**Work required**
In the material below, find the line that contains "const minusLight = light.minus.map((v, c)" and the line that contains "const sy = Math.floor(cell / size.nx);", then write out exactly those two lines and everything between them.

**Supplied records**
■ ■ ■ ■
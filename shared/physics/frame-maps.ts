/**
 * Sum and difference maps of a single camera, made ready for a fit: own pairs (i = j) taken out, pairs and noise per
 * bin known. Estimator G of consecutive frames; its variance for uncorrelated pixels, averaged with its transpose, is
 * 1.5 s_i^2 s_j^2 / F (derived here). Each sum bin holds every pair twice, difference bins d and -d are copies.
 */
export interface FrameSums {
  width: number;
  height: number;
  frames: number;
  masked: Uint8Array;
  sum: Float64Array;
  sumSquares: Float64Array;
  diagonal: Float64Array;
  plus: Float64Array;
  minus: Float64Array;
  blockTotals: Float64Array;
  /** Cut-out of the maps kept block by block, i = j taken out of `blockPlus`. */
  blockWindow: { x: number; y: number; nx: number; ny: number };
  blockPlus: readonly (Float32Array | null)[];
  blockMinus: readonly (Float32Array | null)[];
}

/** Sum- and difference-coordinate maps of an image with itself, (2H-1)*(2W-1). */
export type SelfMaps = (image: Float64Array) => { plus: Float64Array; minus: Float64Array };

export type FrameMapKind = 'plus' | 'minus';

export interface FrameMap {
  kind: FrameMapKind;
  /** Size of the map, and of the frame. */
  nx: number;
  ny: number;
  width: number;
  height: number;
  /** G summed over the pairs of each bin, i = j removed. counts^2 per frame. */
  value: Float64Array;
  /** Ordered pixel pairs per bin, i = j removed. */
  pairs: Float64Array;
  /** The same on an array without masked pixels. */
  fullPairs: Float64Array;
  /** Products of the mean light of both pixels, in the bins of `value`. */
  light: Float64Array;
  /** Shape of what lies under the peak, as `Pedestal` has it: `pairs` or `light`. */
  pedestal: Float64Array;
  /** Variance of `value` from counting noise. */
  variance: Float64Array;
  /** 1 where the bin is left out: overlap under 5 % of the largest, own pairs, neighbour crosstalk. */
  blocked: Uint8Array;
  blocks: number;
  /** Where `blockValue` is known. */
  blockWindow: FrameSums['blockWindow'];
  /** Share of block b in bin `cell`; blocks sum to `value` up to the end frames. 0 outside the window. */
  blockValue(block: number, cell: number): number;
}

/**
 * pairs: the same for all pairs of pixels, as slow drift leaves it. light: as the light of both pixels. Frames scaled to one
 * total have lost Cov(I_i, T) with the total T; where every photon has a partner as often as any other that is f_i f_j Var T, f
 * the shares of light (derived here, to first order).
 */
export type Pedestal = 'pairs' | 'light';

const LEAST_OVERLAP = 0.05;
const CONSECUTIVE_VARIANCE = 1.5;

/** @param crosstalk difference bins with |d| up to this many pixels are blocked (0: the own pairs alone). */
export function buildFrameMaps(
  sums: FrameSums,
  selfMaps: SelfMaps,
  crosstalk: number,
  pedestal: Pedestal = 'pairs',
): Record<FrameMapKind, FrameMap> {
  const { width, height, frames, masked } = sums;
  const open = Float64Array.from(masked, (m) => (m === 1 ? 0 : 1));
  const spread = variances(sums);
  const spreadSquared = spread.map((s) => s * s);
  const overlap = selfMaps(open);
  const noise = selfMaps(spread);
  const light = selfMaps(sums.sum);
  const lightSquared = sums.sum.map((s) => s * s);
  const size = { nx: 2 * width - 1, ny: 2 * height - 1, width, height };
  const blocks = sums.blockTotals.length;
  const per = 1 / Math.max(frames - 1, 1);
  const cells = size.nx * size.ny;
  const centre = (height - 1) * size.nx + width - 1;

  const plusPairs = overlap.plus.map((n, c) => Math.max(Math.round(n) - ownShare(c, size, open), 0));
  const plusFull = overlap.plus.map((_, c) => fullOverlap(c, size, 'plus'));
  const plusLight = light.plus.map((v, c) => Math.max(v - ownShare(c, size, lightSquared), 0));
  const plus: FrameMap = {
    kind: 'plus',
    ...size,
    value: sums.plus.map((v, c) => per * (v - ownShare(c, size, sums.diagonal))),
    pairs: plusPairs,
    fullPairs: plusFull,
    light: plusLight,
    pedestal: pedestal === 'light' ? plusLight : plusPairs,
    variance: noise.plus.map(
      (v, c) => 2 * CONSECUTIVE_VARIANCE * per * Math.max(v - ownShare(c, size, spreadSquared), 0),
    ),
    blocked: blockedBins(plusPairs),
    blocks,
    blockWindow: sums.blockWindow,
    blockValue: blockShare(sums.blockPlus, sums.blockWindow, size.nx, per),
  };

  const minusShare = blockShare(sums.blockMinus, sums.blockWindow, size.nx, per);
  const minusPairs = overlap.minus.map((n, c) => (c === centre ? 0 : Math.round(n)));
  const minusBlocked = blockedBins(minusPairs);
  for (let c = 0; c < cells; c += 1) {
    const dx = (c % size.nx) - (width - 1);
    const dy = Math.floor(c / size.nx) - (height - 1);
    if (dx * dx + dy * dy <= crosstalk * crosstalk) minusBlocked[c] = 1;
  }
  const minusLight = light.minus.map((v, c) => (c === centre ? 0 : Math.max(v, 0)));
  const minus: FrameMap = {
    kind: 'minus',
    ...size,
    value: sums.minus.map((v, c) => (c === centre ? 0 : per * v)),
    pairs: minusPairs,
    fullPairs: overlap.minus.map((_, c) => fullOverlap(c, size, 'minus')),
    light: minusLight,
    pedestal: pedestal === 'light' ? minusLight : minusPairs,
    variance: noise.minus.map((v) => CONSECUTIVE_VARIANCE * per * Math.max(v, 0)),
    blocked: minusBlocked,
    blocks,
    blockWindow: sums.blockWindow,
    blockValue: (b, c) => (c === centre ? 0 : minusShare(b, c)),
  };
  return { plus, minus };
}

function blockShare(
  maps: readonly (Float32Array | null)[],
  window: FrameSums['blockWindow'],
  nx: number,
  per: number,
): (block: number, cell: number) => number {
  return (block, cell) => {
    const map = maps[block] ?? null;
    const x = (cell % nx) - window.x;
    const y = Math.floor(cell / nx) - window.y;
    if (map === null || x < 0 || y < 0 || x >= window.nx || y >= window.ny) return 0;
    return per * (map[y * window.nx + x] as number);
  };
}

interface MapSize {
  nx: number;
  ny: number;
  width: number;
  height: number;
}

/** Value of the image at i with 2 i = s: own pairs sit on even sums only. */
function ownShare(cell: number, size: MapSize, image: Float64Array): number {
  const sx = cell % size.nx;
  const sy = Math.floor(cell / size.nx);
  if (sx % 2 === 1 || sy % 2 === 1) return 0;
  return image[(sy / 2) * size.width + sx / 2] as number;
}

function fullOverlap(cell: number, size: MapSize, kind: FrameMapKind): number {
  const x = cell % size.nx;
  const y = Math.floor(cell / size.nx);
  const nx = size.width - Math.abs(x - (size.width - 1));
  const ny = size.height - Math.abs(y - (size.height - 1));
  const own = kind === 'plus' ? x % 2 === 0 && y % 2 === 0 : x === size.width - 1 && y === size.height - 1;
  if (kind === 'minus' && own) return 0;
  return nx * ny - (own ? 1 : 0);
}

function blockedBins(pairs: Float64Array): Uint8Array {
  const most = pairs.reduce((a, b) => Math.max(a, b), 0);
  return Uint8Array.from(pairs, (n) => (n < LEAST_OVERLAP * most || n === 0 ? 1 : 0));
}

/** Variance of every pixel over frames, 0 where masked. */
function variances(sums: FrameSums): Float64Array {
  const { frames, masked } = sums;
  return sums.sum.map((total, i) => {
    if (masked[i] === 1 || frames < 2) return 0;
    const mean = total / frames;
    return Math.max(((sums.sumSquares[i] as number) / frames - mean * mean) * (frames / (frames - 1)), 0);
  });
}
■ ■ ■ ■
**Solution for this task**
  const minusLight = light.minus.map((v, c) => (c === centre ? 0 : Math.max(v, 0)));
  const minus: FrameMap = {
    kind: 'minus',
    ...size,
    value: sums.minus.map((v, c) => (c === centre ? 0 : per * v)),
    pairs: minusPairs,
    fullPairs: overlap.minus.map((_, c) => fullOverlap(c, size, 'minus')),
    light: minusLight,
    pedestal: pedestal === 'light' ? minusLight : minusPairs,
    variance: noise.minus.map((v) => CONSECUTIVE_VARIANCE * per * Math.max(v, 0)),
    blocked: minusBlocked,
    blocks,
    blockWindow: sums.blockWindow,
    blockValue: (b, c) => (c === centre ? 0 : minusShare(b, c)),
  };
  return { plus, minus };
}

function blockShare(
  maps: readonly (Float32Array | null)[],
  window: FrameSums['blockWindow'],
  nx: number,
  per: number,
): (block: number, cell: number) => number {
  return (block, cell) => {
    const map = maps[block] ?? null;
    const x = (cell % nx) - window.x;
    const y = Math.floor(cell / nx) - window.y;
    if (map === null || x < 0 || y < 0 || x >= window.nx || y >= window.ny) return 0;
    return per * (map[y * window.nx + x] as number);
  };
}

interface MapSize {
  nx: number;
  ny: number;
  width: number;
  height: number;
}

/** Value of the image at i with 2 i = s: own pairs sit on even sums only. */
function ownShare(cell: number, size: MapSize, image: Float64Array): number {
  const sx = cell % size.nx;
  const sy = Math.floor(cell / size.nx);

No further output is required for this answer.